> TASK BRIEF
From the records below, transcribe exactly the lines that begin at the line with "sg = int(index.sg_number[row])" and end at the line with "return True", both included.

┌──

#: Enantiomorphic space-group pairs (ITC Vol. A, the 11 pairs): a powder pattern cannot tell
#: a structure from its mirror image, so left- and right-handed entries are one phase.
ENANTIOMORPHS = {76: 78, 91: 95, 92: 96, 144: 145, 151: 153, 152: 154, 169: 170, 171: 172, 178: 179, 180: 181,
                 212: 213}
_CANONICAL_SG = {b: a for a, b in ENANTIOMORPHS.items()}


def _phase_key(index: SearchIndex, row: int) -> tuple[str, str]:
    formula = index.text_of("formula_reduced", row).replace(" ", "")
    sg = int(index.sg_number[row])
    sg = _CANONICAL_SG.get(sg, sg)
    return formula, str(sg) if sg else index.text_of("space_group", row).replace(" ", "").lower()


def _same_cell(index: SearchIndex, a: int, b: int) -> bool:
    ca, cb = np.asarray(index.cell[a], dtype=float), np.asarray(index.cell[b], dtype=float)
    if np.all(np.isfinite(ca)) and np.all(np.isfinite(cb)):
        if np.all(np.abs(ca[:3] / cb[:3] - 1.0) <= D_SCALE_MAX) and np.all(np.abs(ca[3:] - cb[3:]) <= 1.0):
            return True
    va, vb = float(index.volume[a]), float(index.volume[b])
    if np.isfinite(va) and np.isfinite(vb) and va > 0 and vb > 0:
        ratio = max(va, vb) / min(va, vb)
        return bool(np.any(np.abs(ratio / np.arange(1, 5) - 1.0) <= 0.03))
    return not (np.isfinite(va) or np.isfinite(vb))


def group_rows(index: SearchIndex, rows: Sequence[int], top: int) -> list[tuple[int, list[int]]]:
    """Fold rows of the same phase (module docstring) into the first of them.

    Parameters
    ----------
    rows : sequence of int
        Index rows, best first.
    top : int
        Stop opening new groups after this many; later rows still join existing groups.

    Returns
    -------
    list of (row, [equivalent rows])
        At most ``top`` groups, in the order of their first row.
    """
    groups: list[tuple[int, list[int]]] = []
    by_key: dict[tuple[str, str], list[int]] = {}
    for row in rows:
        row = int(row)
        key = _phase_key(index, row)
        placed = False
        if key[0]:
            for g in by_key.get(key, ()):
                if _same_cell(index, groups[g][0], row):
                    groups[g][1].append(row)
                    placed = True
                    break
        if not placed and len(groups) < top:
            by_key.setdefault(key, []).append(len(groups))
            groups.append((row, []))
    return groups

└──

> EXERCISE RESULT
    sg = int(index.sg_number[row])
    sg = _CANONICAL_SG.get(sg, sg)
    return formula, str(sg) if sg else index.text_of("space_group", row).replace(" ", "").lower()


def _same_cell(index: SearchIndex, a: int, b: int) -> bool:
    ca, cb = np.asarray(index.cell[a], dtype=float), np.asarray(index.cell[b], dtype=float)
    if np.all(np.isfinite(ca)) and np.all(np.isfinite(cb)):
        if np.all(np.abs(ca[:3] / cb[:3] - 1.0) <= D_SCALE_MAX) and np.all(np.abs(ca[3:] - cb[3:]) <= 1.0):
            return True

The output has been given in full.